Why then do colleges keep using them? In part because college rankings depend so heavily upon scores. And although U.S. News and World Report, which runs the most recognized college ranking, has attempted to diminish that reliance, schools still use their average test scores as a measure of status. It is difficult for any single school to buck that trend on its own without taking a real hit.
Yet, the incredible disruption of the COVID-19 pandemic meant that the tests themselves were unavailable for months last year, allowing universities to take a leap together that was too costly to take alone. Now, more than two-thirds of universities (including many of the elites) have declared themselves at least temporarily test-optional. No longer will they require the SAT or ACT for admission.
Is that victory? Not so fast. Schools that allow, but don’t require, SAT/ACT scores are still influenced by testing. They still publish average test scores and submit them for ranking purposes. While test-optional schools do see some increases in applications and acceptances for underrepresented students, students must still guess at whether an application submitted without scores will stand the same chance.

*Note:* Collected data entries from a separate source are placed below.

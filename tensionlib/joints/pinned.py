"""A pinned end: an eye in a flat, between two fork plates on a pin."""

from __future__ import annotations

from dataclasses import dataclass
from typing import ClassVar

from tensionlib.errors import InputError
from tensionlib.joints.ends import Gusset
from tensionlib.joints.stated import Length, Stated, in_mm
from tensionlib.quantities import LENGTH, STRESS, Quantity, door

Stress = Quantity | str


def plain_plate(what: str, plate: object, example: str, *, hung: bool) -> None:
    """Refuse a plate at a pin unless it is a Gusset with its width and no more than is checked.

    Parameters
    ----------
    what : str
        How messages call it: "a fork plate", "the lug".
    example : str
        What a message offers.
    hung : bool
        Whether a hanger is accepted.

    Raises
    ------
    InputError
        For another kind of plate, one without its width, or one with an outline, a compression or
        (unless `hung`) a hanger, none of which would be looked at.
    """
    if type(plate) is not Gusset:
        raise InputError(f"plate: got {plate!r}; a Gusset is due, for example {example}")
    if plate.width is None:
        raise InputError(f"plate.width: missing; {what} needs it, for example '160 mm'")
    refused = ("shape", "compression") if hung else ("shape", "compression", "hanger")
    for name in refused:
        if getattr(plate, name) is not None:
            raise InputError(
                f"plate.{name}: given for {what}; the checks at a pin do not look at it, so it is"
                " to be left out"
            )


def holds_hole(name: str, length: float, taken: float) -> None:
    """Refuse a length, mm, of which the hole takes `taken` and leaves nothing."""
    if length <= taken:
        raise InputError(
            f"{name}: got {length:g} mm; the hole would cut the edge, more than {taken:g} mm is due"
        )


@dataclass(frozen=True)
class Pinned(Stated):
    """A flat with an eye in its end, on a pin between two fork plates.

    The eye is as thick as the flat; plates welded to its faces are not covered. Its end is cut
    square, or rounded about the hole.

    Parameters
    ----------
    pin : length
        Diameter of the pin.
    pin_f_y : stress
        Yield stress of the pin, as certified.
    hole : length
        Diameter of the hole.
    edge_beyond : length
        Centre of the hole to the end of the eye, along the member.
    plate : Gusset
        One fork plate: its thickness, steel and width across the force at the pin, which is due.
        Both are alike. An outline, a compression or a hanger is refused.
    plate_edge_beyond : length
        Centre of the hole to the end of a fork plate.
    eye_width : length, optional
        Width of the eye across the force at the hole; the flat's width unless given.
    gap : length
        Between the eye and each fork plate.
    rotates : bool
        Whether the pin turns in service.
    k_te : number, optional
        Correction factor of the eye's net section stated by the engineer, in place of 1.0; printed
        with `k_te_reason`.

    Raises
    ------
    UnitError, InputError
        Naming the field, what came and what is accepted.
    """

    pin: Length
    pin_f_y: Stress
    hole: Length
    edge_beyond: Length
    plate: Gusset
    plate_edge_beyond: Length
    eye_width: Length | None = None
    gap: Length = "2 mm"
    rotates: bool = False
    to: str = "plate"
    k_te: float | None = None
    k_te_reason: str = ""
    kind: ClassVar[str] = "pinned"

    def __post_init__(self) -> None:
        if self.to != "plate":
            raise InputError(f"to: got {self.to!r}; a pinned end is the eye of a flat, 'plate'")
        for name, example in (
            ("pin", "40 mm"),
            ("hole", "41 mm"),
            ("edge_beyond", "80 mm"),
            ("plate_edge_beyond", "80 mm"),
        ):
            self._length(name, example=example, due=True)
        self._length("eye_width", example="160 mm")
        self._length("gap", at_least=0.0, example="2 mm", due=True)
        strength = door("pin_f_y", self.pin_f_y, STRESS, above=0.0, example="350 MPa")
        object.__setattr__(self, "pin_f_y", strength)
        example = "Gusset('16 mm', 'AS/NZS 3678 250', '160 mm')"
        plain_plate("a fork plate", self.plate, example, hung=False)
        if not isinstance(self.rotates, bool):
            raise InputError(f"rotates: got {self.rotates!r}; True or False is due")
        pin, hole = in_mm(self.pin), in_mm(self.hole)
        if hole < pin:
            raise InputError(f"hole: got {hole:g} mm; no less than the pin's {pin:g} mm is due")
        holds_hole("edge_beyond", in_mm(self.edge_beyond), hole / 2)
        holds_hole("plate_edge_beyond", in_mm(self.plate_edge_beyond), hole / 2)
        holds_hole("plate.width", in_mm(self.plate.width), hole)
        self._factor()

    def eye(self, width: Length) -> float:
        """Width of the eye in mm, `width` being the flat's.

        Raises
        ------
        InputError
            For an eye narrower than the flat or than its hole.
        """
        flat = door("width", width, LENGTH).internal
        eye = flat if self.eye_width is None else in_mm(self.eye_width)
        if eye < flat:
            raise InputError(
                f"eye_width: got {eye:g} mm; no less than the flat's {flat:g} mm is due"
            )
        if eye <= in_mm(self.hole):
            raise InputError(
                f"hole: got {in_mm(self.hole):g} mm; less than the eye's width of {eye:g} mm is due"
            )
        return float(eye)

To be completely transparent about what we value, we at Loyola New Orleans have decided to go entirely “test-blind,” meaning that we will no longer consider test scores at all even after the pandemic is over and testing can resume. Following this decision, Loyola New Orleans has received the most applications in university history for the Fall 2021 semester, a 19% increase over last year.
Among those applicants who have been admitted to the university thus far are 35% more first-generation students over last year, 34% more Pell-eligible students, 57% more Black students, 33% more Hispanic students, 17% more Asian students and 22% more students who identify as multiracial.
Instead of test scores, our admissions counselors will focus on those all-important grades, the difficulty of the courses chosen and a holistic review of the talents demonstrated and the obstacles overcome. These factors are best used to identify a student’s strengths and weaknesses, and they help us do a better job of choosing the students who will flourish here, regardless of their ability to afford an expensive ACT course. And as a Jesuit, Catholic institution fueled by mission, that matters enormously to us.
We followed in the footsteps of a handful of other schools and, since then, have been followed by the entire University of California system.
But that’s not enough. Many more schools need to take this bold leap and seize the opportunity presented by COVID-19 to permanently and completely remove test scores from the application process. Any consideration of these flawed measures is too much.
Tania Tetlow, J.D., is the president of Loyola University New Orleans.